_DIRECTIONS_
Scan the entries below and extract each line with the word "pairBase" in it.

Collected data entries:

- - - - -

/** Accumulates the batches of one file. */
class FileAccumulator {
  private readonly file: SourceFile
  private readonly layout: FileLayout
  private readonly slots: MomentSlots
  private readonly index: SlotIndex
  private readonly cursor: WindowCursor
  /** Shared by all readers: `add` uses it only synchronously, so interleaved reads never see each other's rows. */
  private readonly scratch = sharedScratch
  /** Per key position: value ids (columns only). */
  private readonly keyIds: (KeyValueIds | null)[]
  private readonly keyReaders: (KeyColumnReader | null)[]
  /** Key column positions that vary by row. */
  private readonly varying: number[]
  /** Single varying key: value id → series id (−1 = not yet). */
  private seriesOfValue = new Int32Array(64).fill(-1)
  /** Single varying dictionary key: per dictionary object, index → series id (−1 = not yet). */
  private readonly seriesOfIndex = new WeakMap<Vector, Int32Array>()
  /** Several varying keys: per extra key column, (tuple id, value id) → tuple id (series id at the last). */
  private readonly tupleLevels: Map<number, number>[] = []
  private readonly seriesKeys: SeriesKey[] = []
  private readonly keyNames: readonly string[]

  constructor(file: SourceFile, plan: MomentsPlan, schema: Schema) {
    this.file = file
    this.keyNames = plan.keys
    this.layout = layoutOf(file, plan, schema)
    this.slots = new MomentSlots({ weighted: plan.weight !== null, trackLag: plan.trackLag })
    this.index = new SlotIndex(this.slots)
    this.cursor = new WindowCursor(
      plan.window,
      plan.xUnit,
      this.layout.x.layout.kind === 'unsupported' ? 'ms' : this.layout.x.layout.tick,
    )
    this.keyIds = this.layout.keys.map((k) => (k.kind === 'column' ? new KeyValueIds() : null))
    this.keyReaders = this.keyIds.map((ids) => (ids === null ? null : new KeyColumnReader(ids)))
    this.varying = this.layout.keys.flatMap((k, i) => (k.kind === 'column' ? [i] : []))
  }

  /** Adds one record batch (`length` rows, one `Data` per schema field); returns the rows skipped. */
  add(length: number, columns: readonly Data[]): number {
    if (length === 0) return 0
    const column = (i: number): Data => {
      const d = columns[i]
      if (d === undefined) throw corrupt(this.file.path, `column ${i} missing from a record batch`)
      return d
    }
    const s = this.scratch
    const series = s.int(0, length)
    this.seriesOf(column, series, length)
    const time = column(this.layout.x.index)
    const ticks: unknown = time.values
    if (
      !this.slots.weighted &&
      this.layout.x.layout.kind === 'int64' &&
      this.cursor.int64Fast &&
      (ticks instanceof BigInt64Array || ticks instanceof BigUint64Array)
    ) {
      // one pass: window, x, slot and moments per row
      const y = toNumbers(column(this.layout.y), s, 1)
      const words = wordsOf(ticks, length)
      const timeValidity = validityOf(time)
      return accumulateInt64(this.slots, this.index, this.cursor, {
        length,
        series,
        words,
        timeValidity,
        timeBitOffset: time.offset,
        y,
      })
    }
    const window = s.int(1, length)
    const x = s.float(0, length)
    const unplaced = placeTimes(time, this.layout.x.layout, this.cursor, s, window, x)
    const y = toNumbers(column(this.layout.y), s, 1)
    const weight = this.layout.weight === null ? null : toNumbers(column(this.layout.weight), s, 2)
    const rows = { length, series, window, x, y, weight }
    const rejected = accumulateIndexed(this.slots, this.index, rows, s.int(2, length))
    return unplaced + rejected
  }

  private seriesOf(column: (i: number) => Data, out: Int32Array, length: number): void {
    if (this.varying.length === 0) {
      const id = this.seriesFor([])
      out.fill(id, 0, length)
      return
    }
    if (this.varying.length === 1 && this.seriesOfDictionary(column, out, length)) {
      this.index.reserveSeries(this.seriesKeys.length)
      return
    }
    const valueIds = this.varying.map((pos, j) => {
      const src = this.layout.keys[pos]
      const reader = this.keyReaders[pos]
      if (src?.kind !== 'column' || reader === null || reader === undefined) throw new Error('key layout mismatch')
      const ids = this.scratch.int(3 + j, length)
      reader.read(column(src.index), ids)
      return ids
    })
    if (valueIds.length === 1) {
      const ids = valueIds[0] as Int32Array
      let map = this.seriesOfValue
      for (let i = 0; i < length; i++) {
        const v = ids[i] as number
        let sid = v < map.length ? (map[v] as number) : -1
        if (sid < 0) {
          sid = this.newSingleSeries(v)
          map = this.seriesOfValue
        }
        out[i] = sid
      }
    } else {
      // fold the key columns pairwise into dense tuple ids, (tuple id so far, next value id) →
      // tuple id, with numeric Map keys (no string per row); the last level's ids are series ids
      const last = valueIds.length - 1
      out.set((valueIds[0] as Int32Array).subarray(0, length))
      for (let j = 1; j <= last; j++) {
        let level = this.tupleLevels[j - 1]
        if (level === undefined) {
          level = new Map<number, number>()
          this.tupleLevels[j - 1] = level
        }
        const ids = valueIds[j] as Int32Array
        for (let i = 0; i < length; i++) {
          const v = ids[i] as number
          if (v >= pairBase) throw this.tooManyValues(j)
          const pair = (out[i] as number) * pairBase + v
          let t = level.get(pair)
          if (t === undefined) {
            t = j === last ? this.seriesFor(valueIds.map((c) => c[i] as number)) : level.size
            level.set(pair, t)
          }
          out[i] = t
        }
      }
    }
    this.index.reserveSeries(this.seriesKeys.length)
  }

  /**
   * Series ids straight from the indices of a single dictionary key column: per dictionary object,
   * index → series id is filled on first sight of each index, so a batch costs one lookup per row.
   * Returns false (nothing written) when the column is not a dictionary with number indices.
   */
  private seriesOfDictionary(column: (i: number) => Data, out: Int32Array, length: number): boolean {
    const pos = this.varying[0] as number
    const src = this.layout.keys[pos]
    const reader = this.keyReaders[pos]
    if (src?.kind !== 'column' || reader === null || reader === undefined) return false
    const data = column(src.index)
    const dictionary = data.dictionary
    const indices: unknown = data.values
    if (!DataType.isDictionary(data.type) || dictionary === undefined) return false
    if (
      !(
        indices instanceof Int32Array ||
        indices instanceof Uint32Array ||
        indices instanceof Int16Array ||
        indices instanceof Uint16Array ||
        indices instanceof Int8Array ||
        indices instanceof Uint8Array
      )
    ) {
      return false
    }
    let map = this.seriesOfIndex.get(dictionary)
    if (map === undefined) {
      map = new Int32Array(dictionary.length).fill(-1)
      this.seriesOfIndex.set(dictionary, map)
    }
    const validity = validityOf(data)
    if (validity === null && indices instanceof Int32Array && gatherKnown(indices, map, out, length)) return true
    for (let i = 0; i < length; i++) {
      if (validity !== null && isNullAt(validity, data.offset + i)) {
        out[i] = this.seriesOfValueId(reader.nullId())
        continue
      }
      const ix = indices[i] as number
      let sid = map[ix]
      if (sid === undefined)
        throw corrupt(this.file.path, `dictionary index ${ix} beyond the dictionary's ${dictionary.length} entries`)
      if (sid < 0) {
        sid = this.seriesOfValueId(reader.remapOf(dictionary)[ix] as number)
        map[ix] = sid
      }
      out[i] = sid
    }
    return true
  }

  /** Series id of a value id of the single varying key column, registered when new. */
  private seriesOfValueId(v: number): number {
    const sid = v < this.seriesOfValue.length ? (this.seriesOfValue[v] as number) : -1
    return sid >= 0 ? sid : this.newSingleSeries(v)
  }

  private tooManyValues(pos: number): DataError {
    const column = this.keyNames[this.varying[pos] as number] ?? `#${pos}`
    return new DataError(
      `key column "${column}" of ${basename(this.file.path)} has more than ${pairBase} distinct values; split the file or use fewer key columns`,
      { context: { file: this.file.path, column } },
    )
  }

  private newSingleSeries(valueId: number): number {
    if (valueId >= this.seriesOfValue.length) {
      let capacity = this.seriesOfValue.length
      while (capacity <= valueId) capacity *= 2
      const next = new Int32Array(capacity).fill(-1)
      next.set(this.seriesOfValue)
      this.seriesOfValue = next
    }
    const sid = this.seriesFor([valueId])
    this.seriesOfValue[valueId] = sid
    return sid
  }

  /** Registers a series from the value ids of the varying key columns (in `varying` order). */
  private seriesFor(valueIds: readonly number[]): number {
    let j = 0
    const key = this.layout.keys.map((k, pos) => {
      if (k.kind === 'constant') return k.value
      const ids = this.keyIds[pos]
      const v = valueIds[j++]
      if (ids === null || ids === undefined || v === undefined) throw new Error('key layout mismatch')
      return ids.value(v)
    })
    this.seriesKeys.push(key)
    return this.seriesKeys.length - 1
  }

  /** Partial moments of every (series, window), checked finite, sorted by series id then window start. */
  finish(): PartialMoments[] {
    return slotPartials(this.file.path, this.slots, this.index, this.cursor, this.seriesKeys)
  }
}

- - - - -

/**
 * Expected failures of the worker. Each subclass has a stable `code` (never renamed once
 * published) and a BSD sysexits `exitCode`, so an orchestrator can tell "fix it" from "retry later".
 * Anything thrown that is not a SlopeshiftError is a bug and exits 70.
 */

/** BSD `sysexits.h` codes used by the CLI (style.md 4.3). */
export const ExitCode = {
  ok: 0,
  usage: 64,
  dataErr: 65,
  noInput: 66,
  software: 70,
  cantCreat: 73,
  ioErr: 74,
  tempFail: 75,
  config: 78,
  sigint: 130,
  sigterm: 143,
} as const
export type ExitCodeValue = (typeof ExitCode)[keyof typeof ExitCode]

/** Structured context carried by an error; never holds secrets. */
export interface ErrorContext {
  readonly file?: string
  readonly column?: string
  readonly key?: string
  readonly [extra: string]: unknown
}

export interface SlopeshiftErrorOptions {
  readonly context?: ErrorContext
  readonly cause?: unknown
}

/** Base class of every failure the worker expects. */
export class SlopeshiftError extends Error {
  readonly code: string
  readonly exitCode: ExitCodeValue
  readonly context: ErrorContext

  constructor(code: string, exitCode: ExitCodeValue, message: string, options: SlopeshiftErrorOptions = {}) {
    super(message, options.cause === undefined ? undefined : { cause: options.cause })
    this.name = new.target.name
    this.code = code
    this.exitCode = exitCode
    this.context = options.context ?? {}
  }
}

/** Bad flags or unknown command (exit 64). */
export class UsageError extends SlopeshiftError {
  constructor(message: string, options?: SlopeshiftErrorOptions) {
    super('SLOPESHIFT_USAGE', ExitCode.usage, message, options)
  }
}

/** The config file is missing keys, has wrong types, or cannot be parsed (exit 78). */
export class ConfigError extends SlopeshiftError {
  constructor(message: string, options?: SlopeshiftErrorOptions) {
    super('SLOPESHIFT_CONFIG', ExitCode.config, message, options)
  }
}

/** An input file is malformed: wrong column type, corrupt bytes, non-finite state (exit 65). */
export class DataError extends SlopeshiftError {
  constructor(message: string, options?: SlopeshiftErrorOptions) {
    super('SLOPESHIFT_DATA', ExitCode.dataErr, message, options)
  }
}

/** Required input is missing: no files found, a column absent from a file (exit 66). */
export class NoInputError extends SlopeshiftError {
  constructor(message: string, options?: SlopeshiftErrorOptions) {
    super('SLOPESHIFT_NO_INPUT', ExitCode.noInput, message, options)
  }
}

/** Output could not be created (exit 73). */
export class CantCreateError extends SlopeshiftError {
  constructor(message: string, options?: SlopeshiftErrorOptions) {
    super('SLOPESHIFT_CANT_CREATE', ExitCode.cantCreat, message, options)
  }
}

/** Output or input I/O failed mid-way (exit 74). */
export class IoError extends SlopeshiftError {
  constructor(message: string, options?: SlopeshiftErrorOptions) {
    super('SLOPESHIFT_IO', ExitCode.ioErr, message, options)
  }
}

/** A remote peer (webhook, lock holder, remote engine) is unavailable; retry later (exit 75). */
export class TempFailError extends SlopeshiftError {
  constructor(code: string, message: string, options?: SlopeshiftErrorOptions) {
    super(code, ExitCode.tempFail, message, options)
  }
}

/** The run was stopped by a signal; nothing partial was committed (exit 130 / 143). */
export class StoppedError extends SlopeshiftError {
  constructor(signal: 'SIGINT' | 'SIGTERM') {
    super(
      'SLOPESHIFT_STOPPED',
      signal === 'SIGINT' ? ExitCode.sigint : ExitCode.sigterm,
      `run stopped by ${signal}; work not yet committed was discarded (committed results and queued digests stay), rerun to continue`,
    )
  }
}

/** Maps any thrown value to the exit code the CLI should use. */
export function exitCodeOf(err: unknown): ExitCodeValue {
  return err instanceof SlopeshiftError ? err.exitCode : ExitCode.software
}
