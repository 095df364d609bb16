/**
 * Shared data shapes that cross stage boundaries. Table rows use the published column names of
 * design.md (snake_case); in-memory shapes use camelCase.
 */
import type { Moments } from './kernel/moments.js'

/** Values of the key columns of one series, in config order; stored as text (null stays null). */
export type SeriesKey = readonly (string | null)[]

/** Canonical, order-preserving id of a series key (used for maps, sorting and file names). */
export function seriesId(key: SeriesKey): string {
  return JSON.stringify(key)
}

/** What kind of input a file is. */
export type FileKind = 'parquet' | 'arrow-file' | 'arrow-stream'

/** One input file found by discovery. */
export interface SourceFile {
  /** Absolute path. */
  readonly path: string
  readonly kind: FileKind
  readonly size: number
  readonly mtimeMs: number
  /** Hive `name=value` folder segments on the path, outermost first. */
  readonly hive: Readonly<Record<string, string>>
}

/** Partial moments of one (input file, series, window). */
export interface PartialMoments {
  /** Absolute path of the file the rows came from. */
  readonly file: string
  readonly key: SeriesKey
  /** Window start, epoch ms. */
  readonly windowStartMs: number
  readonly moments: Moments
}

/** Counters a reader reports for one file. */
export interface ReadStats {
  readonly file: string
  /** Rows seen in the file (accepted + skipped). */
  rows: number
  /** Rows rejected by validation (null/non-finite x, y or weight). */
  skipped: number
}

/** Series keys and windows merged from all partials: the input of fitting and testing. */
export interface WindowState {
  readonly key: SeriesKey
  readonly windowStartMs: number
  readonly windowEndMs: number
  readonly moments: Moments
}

- - - - -

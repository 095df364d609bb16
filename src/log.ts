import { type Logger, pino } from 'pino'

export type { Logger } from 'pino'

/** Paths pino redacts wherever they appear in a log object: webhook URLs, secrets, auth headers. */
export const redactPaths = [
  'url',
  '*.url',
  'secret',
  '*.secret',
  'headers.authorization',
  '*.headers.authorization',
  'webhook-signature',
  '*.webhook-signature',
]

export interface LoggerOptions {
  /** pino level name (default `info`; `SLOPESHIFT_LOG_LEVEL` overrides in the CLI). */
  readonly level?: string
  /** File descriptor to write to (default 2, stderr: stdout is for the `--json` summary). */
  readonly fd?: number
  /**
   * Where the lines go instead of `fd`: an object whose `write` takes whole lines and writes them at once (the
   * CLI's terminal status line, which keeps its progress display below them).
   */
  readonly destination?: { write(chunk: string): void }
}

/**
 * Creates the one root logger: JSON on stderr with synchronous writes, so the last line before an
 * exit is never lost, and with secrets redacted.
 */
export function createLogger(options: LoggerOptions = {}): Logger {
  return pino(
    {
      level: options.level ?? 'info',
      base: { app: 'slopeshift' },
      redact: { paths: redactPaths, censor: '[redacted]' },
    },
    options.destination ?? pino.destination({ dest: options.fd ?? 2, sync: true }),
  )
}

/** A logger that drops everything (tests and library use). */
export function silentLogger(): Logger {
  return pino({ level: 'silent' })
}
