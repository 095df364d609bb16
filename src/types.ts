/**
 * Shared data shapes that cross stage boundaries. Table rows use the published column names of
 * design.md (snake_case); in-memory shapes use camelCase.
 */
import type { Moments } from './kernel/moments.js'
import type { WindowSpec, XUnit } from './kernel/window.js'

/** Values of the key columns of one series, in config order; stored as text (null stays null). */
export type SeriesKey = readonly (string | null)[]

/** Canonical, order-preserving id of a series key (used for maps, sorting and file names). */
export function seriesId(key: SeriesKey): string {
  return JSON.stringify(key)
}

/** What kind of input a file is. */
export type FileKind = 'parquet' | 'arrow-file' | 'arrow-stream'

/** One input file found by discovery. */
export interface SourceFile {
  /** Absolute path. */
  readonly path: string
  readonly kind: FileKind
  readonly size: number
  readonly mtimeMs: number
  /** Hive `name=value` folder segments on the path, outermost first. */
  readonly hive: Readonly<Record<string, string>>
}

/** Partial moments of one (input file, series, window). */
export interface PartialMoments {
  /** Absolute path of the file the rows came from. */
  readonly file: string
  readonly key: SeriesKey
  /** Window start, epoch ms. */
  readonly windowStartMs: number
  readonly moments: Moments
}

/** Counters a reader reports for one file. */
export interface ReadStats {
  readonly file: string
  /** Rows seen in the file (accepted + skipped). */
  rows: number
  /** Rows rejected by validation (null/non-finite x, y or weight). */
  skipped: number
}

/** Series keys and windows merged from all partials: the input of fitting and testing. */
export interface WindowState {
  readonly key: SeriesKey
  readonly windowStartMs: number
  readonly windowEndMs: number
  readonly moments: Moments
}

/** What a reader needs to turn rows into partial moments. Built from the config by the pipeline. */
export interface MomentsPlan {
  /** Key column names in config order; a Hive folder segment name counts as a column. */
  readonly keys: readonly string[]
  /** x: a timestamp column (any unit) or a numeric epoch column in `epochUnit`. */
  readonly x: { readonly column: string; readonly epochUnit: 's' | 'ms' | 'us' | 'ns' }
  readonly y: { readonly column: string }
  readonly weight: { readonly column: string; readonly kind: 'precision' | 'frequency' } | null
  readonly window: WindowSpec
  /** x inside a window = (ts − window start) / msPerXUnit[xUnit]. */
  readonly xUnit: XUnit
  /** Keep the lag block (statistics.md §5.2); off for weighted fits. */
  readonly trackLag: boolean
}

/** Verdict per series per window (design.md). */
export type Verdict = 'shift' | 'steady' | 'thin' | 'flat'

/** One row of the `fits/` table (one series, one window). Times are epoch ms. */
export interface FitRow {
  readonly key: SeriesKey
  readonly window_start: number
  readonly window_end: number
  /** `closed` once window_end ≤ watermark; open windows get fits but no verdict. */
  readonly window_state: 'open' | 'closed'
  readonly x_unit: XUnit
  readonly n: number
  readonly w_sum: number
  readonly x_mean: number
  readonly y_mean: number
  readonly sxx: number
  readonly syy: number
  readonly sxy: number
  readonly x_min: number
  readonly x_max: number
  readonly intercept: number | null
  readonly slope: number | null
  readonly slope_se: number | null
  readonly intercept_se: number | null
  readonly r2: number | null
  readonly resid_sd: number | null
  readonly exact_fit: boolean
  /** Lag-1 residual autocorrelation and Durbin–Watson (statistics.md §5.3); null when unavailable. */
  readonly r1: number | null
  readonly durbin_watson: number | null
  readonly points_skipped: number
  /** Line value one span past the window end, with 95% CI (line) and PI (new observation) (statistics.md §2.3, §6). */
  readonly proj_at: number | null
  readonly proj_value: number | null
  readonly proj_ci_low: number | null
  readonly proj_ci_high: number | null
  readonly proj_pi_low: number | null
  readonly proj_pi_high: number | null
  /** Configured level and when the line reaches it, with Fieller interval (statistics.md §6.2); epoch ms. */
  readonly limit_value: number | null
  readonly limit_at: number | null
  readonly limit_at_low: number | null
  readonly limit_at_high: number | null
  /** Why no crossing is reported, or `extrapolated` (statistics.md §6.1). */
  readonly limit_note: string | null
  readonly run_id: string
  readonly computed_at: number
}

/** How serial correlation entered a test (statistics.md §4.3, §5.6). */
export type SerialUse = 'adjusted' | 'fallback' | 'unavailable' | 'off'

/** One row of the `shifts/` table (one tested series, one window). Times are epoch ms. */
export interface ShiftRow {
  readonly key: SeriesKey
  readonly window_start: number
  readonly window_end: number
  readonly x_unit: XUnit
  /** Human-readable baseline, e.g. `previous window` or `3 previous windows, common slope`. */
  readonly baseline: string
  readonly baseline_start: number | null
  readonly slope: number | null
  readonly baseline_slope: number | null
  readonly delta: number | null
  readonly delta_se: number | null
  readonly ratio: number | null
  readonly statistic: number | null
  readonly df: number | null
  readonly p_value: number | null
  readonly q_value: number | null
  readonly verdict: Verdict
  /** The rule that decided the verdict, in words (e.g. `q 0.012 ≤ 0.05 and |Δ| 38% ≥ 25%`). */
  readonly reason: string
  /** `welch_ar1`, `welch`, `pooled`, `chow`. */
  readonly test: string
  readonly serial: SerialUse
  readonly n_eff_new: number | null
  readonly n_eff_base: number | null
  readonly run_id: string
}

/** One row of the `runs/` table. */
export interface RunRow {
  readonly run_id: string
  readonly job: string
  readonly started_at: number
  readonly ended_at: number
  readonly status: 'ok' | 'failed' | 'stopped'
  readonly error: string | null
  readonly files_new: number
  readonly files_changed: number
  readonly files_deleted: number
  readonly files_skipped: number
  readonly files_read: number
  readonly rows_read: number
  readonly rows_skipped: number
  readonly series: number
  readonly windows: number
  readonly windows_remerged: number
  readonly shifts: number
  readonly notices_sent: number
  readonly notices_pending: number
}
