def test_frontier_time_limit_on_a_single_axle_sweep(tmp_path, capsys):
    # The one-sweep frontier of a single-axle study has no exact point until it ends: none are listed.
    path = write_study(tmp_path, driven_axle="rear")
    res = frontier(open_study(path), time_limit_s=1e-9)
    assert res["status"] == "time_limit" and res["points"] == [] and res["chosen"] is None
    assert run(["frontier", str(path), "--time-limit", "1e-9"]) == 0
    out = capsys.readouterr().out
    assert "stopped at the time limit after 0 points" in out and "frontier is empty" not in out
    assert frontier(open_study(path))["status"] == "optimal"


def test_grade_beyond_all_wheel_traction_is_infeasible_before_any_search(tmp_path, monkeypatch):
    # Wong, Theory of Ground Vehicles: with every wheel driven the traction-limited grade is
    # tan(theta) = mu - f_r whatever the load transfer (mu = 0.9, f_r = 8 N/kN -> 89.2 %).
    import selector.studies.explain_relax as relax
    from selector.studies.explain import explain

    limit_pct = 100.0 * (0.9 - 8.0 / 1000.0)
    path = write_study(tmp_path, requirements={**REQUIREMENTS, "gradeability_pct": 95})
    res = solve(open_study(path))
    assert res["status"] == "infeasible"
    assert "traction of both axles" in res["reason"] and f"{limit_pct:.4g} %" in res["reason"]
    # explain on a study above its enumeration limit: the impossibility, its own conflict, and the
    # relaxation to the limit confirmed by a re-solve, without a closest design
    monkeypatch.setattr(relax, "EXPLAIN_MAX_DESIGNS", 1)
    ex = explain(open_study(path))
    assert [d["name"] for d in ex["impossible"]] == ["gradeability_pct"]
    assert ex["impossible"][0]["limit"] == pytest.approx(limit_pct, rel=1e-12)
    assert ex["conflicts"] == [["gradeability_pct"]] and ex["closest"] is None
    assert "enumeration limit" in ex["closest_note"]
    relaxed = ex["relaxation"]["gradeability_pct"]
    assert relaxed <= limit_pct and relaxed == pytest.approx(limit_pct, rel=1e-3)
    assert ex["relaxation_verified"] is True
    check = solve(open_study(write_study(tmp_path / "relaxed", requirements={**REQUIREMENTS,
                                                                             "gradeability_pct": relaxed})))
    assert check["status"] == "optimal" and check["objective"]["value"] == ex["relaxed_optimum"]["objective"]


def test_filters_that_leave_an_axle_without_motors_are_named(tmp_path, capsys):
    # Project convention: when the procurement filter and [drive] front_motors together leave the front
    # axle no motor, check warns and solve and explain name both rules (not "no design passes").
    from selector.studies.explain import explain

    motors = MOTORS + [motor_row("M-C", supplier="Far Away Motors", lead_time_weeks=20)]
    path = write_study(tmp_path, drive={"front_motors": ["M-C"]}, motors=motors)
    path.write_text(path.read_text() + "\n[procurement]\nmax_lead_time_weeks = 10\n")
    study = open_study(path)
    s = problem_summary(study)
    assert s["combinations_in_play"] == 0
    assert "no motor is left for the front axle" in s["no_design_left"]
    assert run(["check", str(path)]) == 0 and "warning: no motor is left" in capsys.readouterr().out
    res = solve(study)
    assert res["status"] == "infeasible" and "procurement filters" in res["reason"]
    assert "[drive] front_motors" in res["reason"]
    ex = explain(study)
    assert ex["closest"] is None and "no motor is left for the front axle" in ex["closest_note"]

- - - - -

_ANSWER FOR THE TASK_
          if (v >= pairBase) throw this.tooManyValues(j)
          const pair = (out[i] as number) * pairBase + v
      `key column "${column}" of ${basename(this.file.path)} has more than ${pairBase} distinct values; split the file or use fewer key columns`,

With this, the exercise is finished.